Quilt Guild Mug Rug

I attended a free class at the county library hosted by a local quilt guild, Heritage Quilters (very similar to the one put on by my embroidery guild). Some of the embroidery guild members are also members of that guild, and I had been interested in seeing what they have to offer so it was a good time to do that! Plus, my neighbor (Boy’s stepmom) is a newish quilter so I knew she would enjoy meeting the ladies.

We were given a small kit that included safety/pins and needles (a quilting, between, and crewel), a thimble, “light and dark” fabrics, batting, thread, a slip of felt (for stashing the pointy bits), and a chance to win some mini-scissors (alas, neither of us won).

It was a very basic introduction to quilting and sewing in general so I knew most of it already but that bothered me none. I was more interested in learning about the guild anyway. But I did learn a thing or two! I can now make a quilter’s knot (previously, I did the lick-the-end-of-the-thread, loop-around-finger-and-twirl method which sometimes leaves quite bulky knots!). I had tried to do this a while back but hadn’t realized that I was pointing the thread in the wrong direction (which results confoundingly in no knot!). Google it – there are a lot of resources to show you what I am talking about. I must still practice popping it through the fabric though, as I tend to yank it all the way through and back out again. Boo.

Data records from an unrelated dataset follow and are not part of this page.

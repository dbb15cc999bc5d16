/** `lagparity choose-server`: the command's options and help; the run code (`choose-server-run.ts`) is loaded when it runs. */
import type { Command } from 'commander';
import type { ChooseServerOptions } from './choose-server-run.js';

export function registerChooseServer(program: Command): void {
  program
    .command('choose-server')
    .description('Pick the server on which compensation leaves a match fairest, from the players\' latencies to each candidate server.')
    .argument('<file>', 'server-choice lobby (lagparity/lobby-servers@1), or - for standard input')
    .requiredOption('--model <file>', 'model file (lagparity/model@1), as written by `lagparity fit`')
    .option('--rules <file>', 'rules file (lagparity/rules@1); default: floor 1, cap 1.5, no other limit')
    .option('--json', 'write one JSON document (lagparity/server-choice@1) to stdout instead of a table')
    .addHelpText(
      'after',
      `
Servers are ranked by the residual gaps compensation cannot remove (the worst first), then Jain's
index after compensation, then the mean latency, then their order in the file.

Example:
  lagparity choose-server matches/cup-final.lobby-servers.json --model matches/model.json --rules matches/league-rules.json

Exit codes: 0 a server chosen; 2 bad input, or the model cannot solve the lobby on any server.`,
    )
    .action(async (file: string, options: ChooseServerOptions) => {
      const { runChooseServer } = await import('./choose-server-run.js');
      process.exitCode = await runChooseServer(file, options);
    });
}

We couldn’t stick around to finish our little mug rugs, but I whipped mine up today. It is not my best work by any stretch (especially the sad binding!), but I did learn some technique in planning. It was suggested to “stitch in the ditch” between each fabric, “straight stitch” across the corners of the “dark” fabric, and then quilt a shape in the “light” fabric. I can’t help but embroider sometimes, as before I even realized what I was doing, I had embroidered a red flower with whipped stem stitch. Oh well!

And I had been talking to my MIL about embroidery projects; she said that back when she was really into it for a stretch, it was quite common to date pieces (and even sign them with initials) but that she doesn’t see many people doing it today. I know I think it’s rad to see photos of old embroidery with stitches like 1874 or something. That’s probably the anthropological side of me, sweeting on the history of objects. So, I dated this one!

And totally unrelated, but if I ever got to name a quilt guild, I think I would name it Quild. Just sayin’. (And maybe Embroguild? It could work…)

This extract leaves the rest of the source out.